Yes, Lucienne is allowed to work the counter at the pharmacy. It is an advanced country. 

The other nice thing about our visit there was the young man telling me that he loves NY and whenever he visits he also gets sick. So I didn't feel like such a bozo.

Then Fred and I began our morning saunter, destination: La Place des Vosges, the oldest square in Paris and famous for having been home to Victor Hugo and also to one of Brett Cobb's favorite watering holes, Ma Begonia, which we found but did not enter.

On our way, we walked through Le Marais, our official neighborhood, known as a “radical chic” neighborhood on the unofficial map, passing by yummy looking food shops.

Ostrich eggs!

I have a real weakness for doors...

...and dogs of course. This is not Lucienne. This is a sad little fellow who was helping in a beauty salon.

We walked around the beautiful old square, didn't enter Victor's place because they were fixing it up for the Springtime tourists, sat in a cafe and had delicious French onion soup and then set off for the Bastille area just a short distance away.

I am sure I knew this once, but I had forgotten that the Bastille doesn't actually exist anymore, so that was a bit of a disappointment, though the opera house that now stands there and is hailed as the ugliest, most-hated buildling in Paris lived up to its reputation.

But one of Paris's famous open markets was in full force and we wandered through that. It was definitely a place where real people go to find bargains – not only wonderful fresh fish, meat and produce and flowers, but clothes and housewares. We bought a CD of a French singer whom I had never heard of, but Fred had – I wanted to have music in the background the way our friends the Prettymans do when we stay with them in New York City.

And off on the Metro to the Musee D'Orsay, a favorite place of two friends in particular, Andrea & Nicole – so I thought especially of you both as we stood briefly in line and entered this huge building that was built originally to be a train station, failed as a train station (its tracks were too short or something) and about 25 years ago it was transformed into an art gallery. Fred and I went straight to the Impressionists and I was soon lost in beautiful human scenes – snow-covered cities, sun dappled meadows, thoughtful faces – Manet, Monet, Pissaro, Alfred Sisley and it was all deeply moving and beautiful. Rich rich rich. 
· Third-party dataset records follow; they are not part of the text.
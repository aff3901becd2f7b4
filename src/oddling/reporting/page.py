"""The review report: one self-contained HTML page to look at scored images and decide on them.

Everything the page shows is inside the file (thumbnails and plots as data URIs, CSS and JS
inline, a Content-Security-Policy that forbids any fetch), so it opens offline from a file or an
e-mail attachment. The plots are also written as PNG files in `<stem>_plots/` beside the page.
"""
from __future__ import annotations

import base64
import datetime as _dt
import hashlib
import html
import io
import json
import math
import os
import textwrap
from concurrent.futures import ThreadPoolExecutor
from pathlib import Path

import numpy as np
from PIL import Image

from oddling import __version__
from oddling.bank.store import Bank
from oddling.data.intake import IntakeError, display_path, load_rgb
from oddling.detectors.conformal import supported_rate_text
from oddling.errors import OddlingError
from oddling.files import refuse_existing, write_text
from oddling.reporting.results import ScoreRow, sort_rows

def _asset(name: str) -> str:
    """The page's CSS and JavaScript live as package files beside this module (reporting/assets/)."""
    from importlib import resources

    return resources.files("oddling.reporting").joinpath("assets", name).read_text(encoding="utf-8")


HISTOGRAM_FILE = "scores_histogram.png"
ROC_FILE = "roc.png"
PR_FILE = "pr.png"
STORAGE_PREFIX = "oddling-decisions:"
DECISIONS = ("normal", "anomalous", "unsure")
CAUTION = ("oddling is a screening aid: flags are for people to review. Flagged and unflagged items alike "
           "deserve the sampling the site's quality procedures require.")
_JPEG_QUALITY = 80
_DPI = 120
# Colours of the histogram, matching the page's palette.
_CAL_COLOUR, _BATCH_COLOUR, _ANOMALY_COLOUR = "#7a8597", "#17607a", "#b3261e"


def plots_folder(out_html: str | os.PathLike) -> Path:
    """Where write_report puts the PNG copies of its plots: `<stem>_plots/` beside the page."""
    out_html = Path(out_html)
    return out_html.with_name(f"{out_html.stem}_plots")


def write_report(
    out_html: str | os.PathLike,
    result,
    *,
    scored_root: str | os.PathLike | None = None,
    bank: Bank | None = None,
    top_n: int = 200,
    title: str | None = None,
    force: bool = False,
    thumb_px: int = 160,
    image_of=None,
    source_text: str | None = None,
) -> Path:
    """Write the review page for a score or evaluate run; return its path.

    Parameters
    ----------
    out_html : path of the page. An existing page (or existing plots in `<stem>_plots/`) is
        replaced only with force=True; otherwise OddlingError.
    result : ScoreResult or EvaluationResult. With an EvaluationResult the page adds the
        headline metrics, ROC and PR curves, each card's true label and a filter by kind.
    scored_root : the folder that was scored (row paths are relative to it). Defaults to
        `result.root` for a ScoreResult; required for an EvaluationResult.
    bank : the bank scored against. Defaults to `result.bank` for a ScoreResult; required for
        an EvaluationResult.
    top_n : cards in the gallery, highest scores first; the page says how many more exist.
    thumb_px : longest side of the embedded JPEG thumbnails.
    image_of : rows from the scored-image log: row -> the file to show (None: a placeholder), instead
        of `scored_root / row.path`. source_text : what the page says was scored, instead of the folder.
    """
    out_html = Path(out_html)
    bank = bank if bank is not None else getattr(result, "bank", None)
    if not isinstance(bank, Bank):
        raise OddlingError("write_report needs the bank the rows were scored against (bank=...)")
    scored_root = scored_root if scored_root is not None else getattr(result, "root", None)
    if scored_root is None:
        raise OddlingError("write_report needs the scored folder (scored_root=...)")
    scored_root = Path(scored_root)
    if top_n < 1:
        raise OddlingError(f"top_n must be >= 1, got: {top_n}")
    if not 16 <= thumb_px <= 1024:
        raise OddlingError(f"thumb_px must be in [16, 1024], got: {thumb_px}")
    metrics = getattr(result, "metrics", None)
    if metrics is not None:
        target_fpr = metrics["bank"]["target_fpr"]
        cutoff = metrics["at_cutoff"]["cutoff"]
        cutoff = math.inf if cutoff is None else cutoff   # json_number turned "flags nothing" into None
    else:
        target_fpr, cutoff = result.target_fpr, result.cutoff

    plots = plots_folder(out_html)
    plot_names = [HISTOGRAM_FILE] + ([ROC_FILE, PR_FILE] if metrics is not None else [])
    refuse_existing(out_html, *[plots / n for n in plot_names], force=force)

    rows = sort_rows(list(result.rows))
    scored = [r for r in rows if r.score is not None]
    shown = scored[:top_n]
    plots.mkdir(parents=True, exist_ok=True)
    figures = {"histogram": plot_score_histogram(bank.calibration_scores, scored, cutoff, target_fpr,
                                                 plots / HISTOGRAM_FILE, bank.detector.describe_score())}
    if metrics is not None:
        figures.update(_evaluation_plots(result, metrics, plots))
    image_of = image_of or (lambda row: scored_root / row.path)
    thumbs = _thumbnails(shown, image_of, Path(bank.reference_root), thumb_px)
    heatmaps = _heatmaps(shown, scored, scored_root, bank, thumb_px)

    page = _Page(rows=rows, shown=shown, bank=bank, scored_root=scored_root, metrics=metrics,
                 target_fpr=target_fpr, cutoff=cutoff, title=title, thumbs=thumbs, heatmaps=heatmaps,
                 figures={k: _png_uri(p) for k, p in figures.items()}, plots_dir=plots.name,
                 image_of=image_of, source_text=source_text)
    return write_text(out_html, page.render(), force=True)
We spent a few hours there – in the open space in the middle, watching kids and teenagers sketching, then through a small but brilliant Van Gough collection, more Monet, more more more. And a pause in the cafe. Then gave way to temptation and bought several books in the bookstore, colorful biographies of a number of different painters.

This last shot for Andrea -- this is the street to the right of the d'Orsay where you said you knew a cafe...

By now it was getting dark. Marta was on the wane and we came home, put on our new CD, and we are settling in for an early night – though we start very early these days – Fred is getting up hours before he normally does. Tomorrow, I would love some spa treatment stuff – steam room and massage, please. So am looking into that. It would help if the internet would kick in. But there is so much to do and see – I haven't really started eating yet, which is what everyone tells me to do while I'm here, but my eyes have been eating a lot. Much love, m


  1. Marta,
    Chris and and I stayed in the Marais District some yrs ago, loved the Places de Vosges and everything else there. It's not necessary to tell you to enjoy because you just can't help it in Paris! au revoir, Sheila

  2. So good to hear it was a VERY full day!!! And I love the photos. The one of Fred with the mirror is classic!

    'Til next time!

  3. Marta, thank you for that photo of the street. It brought tears to my eyes... So glad you two are having a great time! Love, A

  4. Hey Marta, Loving your travelog. Hope you feel better soon.

    Don't buy any DVDs as they won't work out here. If you have time, go to the catacombs in Denfert Rochereaux. It's cold down there so you would need to bundle up extra.